BEGIN MATERIAL SUPPLIED

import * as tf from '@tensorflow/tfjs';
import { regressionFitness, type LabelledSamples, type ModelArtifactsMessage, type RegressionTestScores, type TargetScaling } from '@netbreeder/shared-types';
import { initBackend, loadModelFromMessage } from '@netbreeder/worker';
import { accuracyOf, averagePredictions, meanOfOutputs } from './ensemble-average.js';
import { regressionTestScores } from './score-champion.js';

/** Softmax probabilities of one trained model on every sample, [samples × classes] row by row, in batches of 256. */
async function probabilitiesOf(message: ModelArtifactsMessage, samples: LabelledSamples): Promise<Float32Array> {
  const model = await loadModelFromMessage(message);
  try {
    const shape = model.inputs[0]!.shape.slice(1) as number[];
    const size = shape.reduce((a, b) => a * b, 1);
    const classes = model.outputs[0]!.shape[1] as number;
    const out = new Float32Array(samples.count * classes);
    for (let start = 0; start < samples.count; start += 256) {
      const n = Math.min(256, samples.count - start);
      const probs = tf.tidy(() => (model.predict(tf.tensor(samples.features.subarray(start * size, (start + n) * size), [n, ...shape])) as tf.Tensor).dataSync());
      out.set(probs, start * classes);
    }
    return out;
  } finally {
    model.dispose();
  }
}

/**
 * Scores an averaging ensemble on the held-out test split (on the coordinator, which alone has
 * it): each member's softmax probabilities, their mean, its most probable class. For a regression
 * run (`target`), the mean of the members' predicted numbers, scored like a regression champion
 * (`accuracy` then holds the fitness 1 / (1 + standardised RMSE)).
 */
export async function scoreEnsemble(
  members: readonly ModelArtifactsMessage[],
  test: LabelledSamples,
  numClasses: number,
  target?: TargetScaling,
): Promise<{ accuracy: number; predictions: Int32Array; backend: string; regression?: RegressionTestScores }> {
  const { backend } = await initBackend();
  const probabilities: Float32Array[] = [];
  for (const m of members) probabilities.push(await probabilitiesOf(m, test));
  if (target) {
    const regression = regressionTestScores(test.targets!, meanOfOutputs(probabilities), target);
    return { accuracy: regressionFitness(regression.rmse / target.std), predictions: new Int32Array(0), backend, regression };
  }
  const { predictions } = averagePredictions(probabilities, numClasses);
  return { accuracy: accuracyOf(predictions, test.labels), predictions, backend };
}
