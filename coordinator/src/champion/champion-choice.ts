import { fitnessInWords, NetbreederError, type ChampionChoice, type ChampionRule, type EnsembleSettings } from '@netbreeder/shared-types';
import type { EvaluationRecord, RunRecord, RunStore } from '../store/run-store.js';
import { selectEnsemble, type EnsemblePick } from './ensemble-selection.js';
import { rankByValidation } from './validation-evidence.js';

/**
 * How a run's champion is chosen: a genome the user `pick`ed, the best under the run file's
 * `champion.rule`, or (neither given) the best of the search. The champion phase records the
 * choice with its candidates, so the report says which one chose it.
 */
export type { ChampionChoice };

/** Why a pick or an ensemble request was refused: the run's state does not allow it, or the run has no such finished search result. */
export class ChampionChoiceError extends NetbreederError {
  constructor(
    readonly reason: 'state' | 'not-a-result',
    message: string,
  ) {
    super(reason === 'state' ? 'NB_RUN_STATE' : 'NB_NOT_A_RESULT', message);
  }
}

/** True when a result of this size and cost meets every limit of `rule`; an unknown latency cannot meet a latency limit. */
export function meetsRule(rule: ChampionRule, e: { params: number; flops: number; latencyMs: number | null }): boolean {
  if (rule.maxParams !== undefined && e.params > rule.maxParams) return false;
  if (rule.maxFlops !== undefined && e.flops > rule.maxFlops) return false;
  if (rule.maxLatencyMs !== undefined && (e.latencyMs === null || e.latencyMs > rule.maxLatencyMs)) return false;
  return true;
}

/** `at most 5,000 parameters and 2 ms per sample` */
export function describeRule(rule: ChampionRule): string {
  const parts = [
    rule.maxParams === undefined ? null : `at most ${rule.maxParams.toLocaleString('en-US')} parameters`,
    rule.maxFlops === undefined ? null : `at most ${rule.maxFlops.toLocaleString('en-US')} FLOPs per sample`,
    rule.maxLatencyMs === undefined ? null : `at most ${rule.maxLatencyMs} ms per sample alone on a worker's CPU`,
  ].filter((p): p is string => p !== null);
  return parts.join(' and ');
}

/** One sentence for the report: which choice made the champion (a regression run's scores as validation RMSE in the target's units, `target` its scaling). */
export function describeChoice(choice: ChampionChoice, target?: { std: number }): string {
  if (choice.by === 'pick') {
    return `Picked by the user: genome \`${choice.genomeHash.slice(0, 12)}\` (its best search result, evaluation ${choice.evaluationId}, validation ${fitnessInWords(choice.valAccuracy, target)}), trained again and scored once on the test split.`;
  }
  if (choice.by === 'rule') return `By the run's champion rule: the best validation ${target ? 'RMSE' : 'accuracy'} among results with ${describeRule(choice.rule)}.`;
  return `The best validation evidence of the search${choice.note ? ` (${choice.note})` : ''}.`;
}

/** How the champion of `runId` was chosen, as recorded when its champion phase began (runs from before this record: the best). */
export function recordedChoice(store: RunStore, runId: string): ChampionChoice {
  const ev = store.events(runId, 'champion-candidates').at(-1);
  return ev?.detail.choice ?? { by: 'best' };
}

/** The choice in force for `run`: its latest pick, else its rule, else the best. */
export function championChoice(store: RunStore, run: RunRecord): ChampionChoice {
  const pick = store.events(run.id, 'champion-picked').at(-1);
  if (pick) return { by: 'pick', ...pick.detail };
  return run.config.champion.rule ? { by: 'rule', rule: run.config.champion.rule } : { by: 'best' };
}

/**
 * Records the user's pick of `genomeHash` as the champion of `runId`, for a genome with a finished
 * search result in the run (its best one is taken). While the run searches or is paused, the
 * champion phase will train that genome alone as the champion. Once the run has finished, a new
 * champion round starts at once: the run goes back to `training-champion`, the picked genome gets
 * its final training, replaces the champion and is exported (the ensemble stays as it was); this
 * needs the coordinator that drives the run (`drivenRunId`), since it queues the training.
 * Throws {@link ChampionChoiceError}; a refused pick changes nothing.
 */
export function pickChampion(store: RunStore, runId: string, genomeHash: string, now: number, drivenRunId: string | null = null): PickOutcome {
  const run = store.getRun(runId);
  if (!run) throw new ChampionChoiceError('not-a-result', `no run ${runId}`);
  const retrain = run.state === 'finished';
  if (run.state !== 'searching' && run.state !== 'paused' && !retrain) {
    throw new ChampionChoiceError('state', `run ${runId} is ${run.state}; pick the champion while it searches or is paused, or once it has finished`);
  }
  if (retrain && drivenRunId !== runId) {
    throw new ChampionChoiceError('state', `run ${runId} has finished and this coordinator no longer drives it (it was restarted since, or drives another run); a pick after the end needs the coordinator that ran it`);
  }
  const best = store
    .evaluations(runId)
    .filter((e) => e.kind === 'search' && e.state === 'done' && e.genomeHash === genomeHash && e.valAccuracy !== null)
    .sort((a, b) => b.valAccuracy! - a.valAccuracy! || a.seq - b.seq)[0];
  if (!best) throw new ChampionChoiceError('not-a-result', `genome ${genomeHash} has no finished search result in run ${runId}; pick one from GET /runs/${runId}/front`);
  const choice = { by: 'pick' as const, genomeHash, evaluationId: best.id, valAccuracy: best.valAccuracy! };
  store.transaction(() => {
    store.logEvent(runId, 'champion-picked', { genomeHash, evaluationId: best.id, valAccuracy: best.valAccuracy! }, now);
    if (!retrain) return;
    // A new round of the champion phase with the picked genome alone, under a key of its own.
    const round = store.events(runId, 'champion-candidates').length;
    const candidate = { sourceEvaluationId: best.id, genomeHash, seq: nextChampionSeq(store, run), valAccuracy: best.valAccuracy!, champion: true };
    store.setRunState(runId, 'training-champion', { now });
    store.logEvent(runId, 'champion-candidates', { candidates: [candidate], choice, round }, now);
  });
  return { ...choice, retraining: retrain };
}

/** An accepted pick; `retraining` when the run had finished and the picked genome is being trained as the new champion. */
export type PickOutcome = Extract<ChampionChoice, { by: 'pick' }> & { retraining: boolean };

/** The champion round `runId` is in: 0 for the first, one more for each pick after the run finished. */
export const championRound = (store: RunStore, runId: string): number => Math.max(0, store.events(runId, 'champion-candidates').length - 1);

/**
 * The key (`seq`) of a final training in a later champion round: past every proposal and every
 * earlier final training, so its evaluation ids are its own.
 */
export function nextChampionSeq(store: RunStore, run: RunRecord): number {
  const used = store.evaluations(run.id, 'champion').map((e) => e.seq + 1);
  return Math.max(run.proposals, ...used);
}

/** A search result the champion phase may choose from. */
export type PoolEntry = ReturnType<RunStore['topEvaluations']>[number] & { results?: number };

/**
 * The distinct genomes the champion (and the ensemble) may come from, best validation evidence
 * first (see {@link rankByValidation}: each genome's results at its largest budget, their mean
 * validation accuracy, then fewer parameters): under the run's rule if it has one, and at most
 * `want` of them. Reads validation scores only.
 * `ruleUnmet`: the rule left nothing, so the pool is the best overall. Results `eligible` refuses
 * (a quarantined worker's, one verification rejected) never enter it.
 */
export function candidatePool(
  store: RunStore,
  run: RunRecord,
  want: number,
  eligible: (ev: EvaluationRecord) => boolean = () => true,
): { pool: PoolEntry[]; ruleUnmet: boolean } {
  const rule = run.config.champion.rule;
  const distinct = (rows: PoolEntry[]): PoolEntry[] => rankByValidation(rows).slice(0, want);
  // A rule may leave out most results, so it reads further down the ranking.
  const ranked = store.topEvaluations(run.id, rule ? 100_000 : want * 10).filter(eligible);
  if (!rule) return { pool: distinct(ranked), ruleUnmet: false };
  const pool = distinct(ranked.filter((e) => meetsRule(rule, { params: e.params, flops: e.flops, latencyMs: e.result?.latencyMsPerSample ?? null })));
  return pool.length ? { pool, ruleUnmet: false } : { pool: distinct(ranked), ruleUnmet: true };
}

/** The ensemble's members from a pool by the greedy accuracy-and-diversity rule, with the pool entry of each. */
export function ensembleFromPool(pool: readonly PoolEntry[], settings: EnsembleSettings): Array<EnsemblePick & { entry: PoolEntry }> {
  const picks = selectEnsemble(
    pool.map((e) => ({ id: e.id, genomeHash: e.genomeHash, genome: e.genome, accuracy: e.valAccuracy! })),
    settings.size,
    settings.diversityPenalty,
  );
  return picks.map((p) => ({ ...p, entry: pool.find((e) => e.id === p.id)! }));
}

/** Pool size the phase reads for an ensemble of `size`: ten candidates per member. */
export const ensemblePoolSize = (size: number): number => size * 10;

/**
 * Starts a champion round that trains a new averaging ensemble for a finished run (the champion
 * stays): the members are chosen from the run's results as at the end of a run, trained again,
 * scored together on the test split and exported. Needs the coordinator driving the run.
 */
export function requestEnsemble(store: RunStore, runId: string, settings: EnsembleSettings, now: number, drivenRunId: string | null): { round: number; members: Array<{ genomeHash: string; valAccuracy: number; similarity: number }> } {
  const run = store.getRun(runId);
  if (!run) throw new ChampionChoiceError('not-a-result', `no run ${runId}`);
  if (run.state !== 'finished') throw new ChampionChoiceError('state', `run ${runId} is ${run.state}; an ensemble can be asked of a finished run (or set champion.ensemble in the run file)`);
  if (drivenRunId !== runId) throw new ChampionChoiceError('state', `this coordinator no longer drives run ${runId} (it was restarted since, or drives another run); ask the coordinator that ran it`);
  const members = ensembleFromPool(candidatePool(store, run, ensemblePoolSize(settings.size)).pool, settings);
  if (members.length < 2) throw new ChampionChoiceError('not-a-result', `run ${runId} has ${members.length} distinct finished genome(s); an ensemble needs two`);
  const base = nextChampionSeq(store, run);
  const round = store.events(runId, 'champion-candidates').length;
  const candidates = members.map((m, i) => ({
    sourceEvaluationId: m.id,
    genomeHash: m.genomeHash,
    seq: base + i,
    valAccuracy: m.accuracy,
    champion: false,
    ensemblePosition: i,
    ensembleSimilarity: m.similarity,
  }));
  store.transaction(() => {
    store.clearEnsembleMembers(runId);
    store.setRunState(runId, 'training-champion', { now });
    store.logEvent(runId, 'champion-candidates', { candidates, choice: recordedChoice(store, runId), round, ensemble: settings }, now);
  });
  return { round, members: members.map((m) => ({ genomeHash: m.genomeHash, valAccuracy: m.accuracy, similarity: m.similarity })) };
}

END MATERIAL SUPPLIED

▸ **WHAT IS BEING ASKED**: Every line above that includes "rankByValidation" counts toward one total; give that total by itself.

▸ **RESPONSE**: 3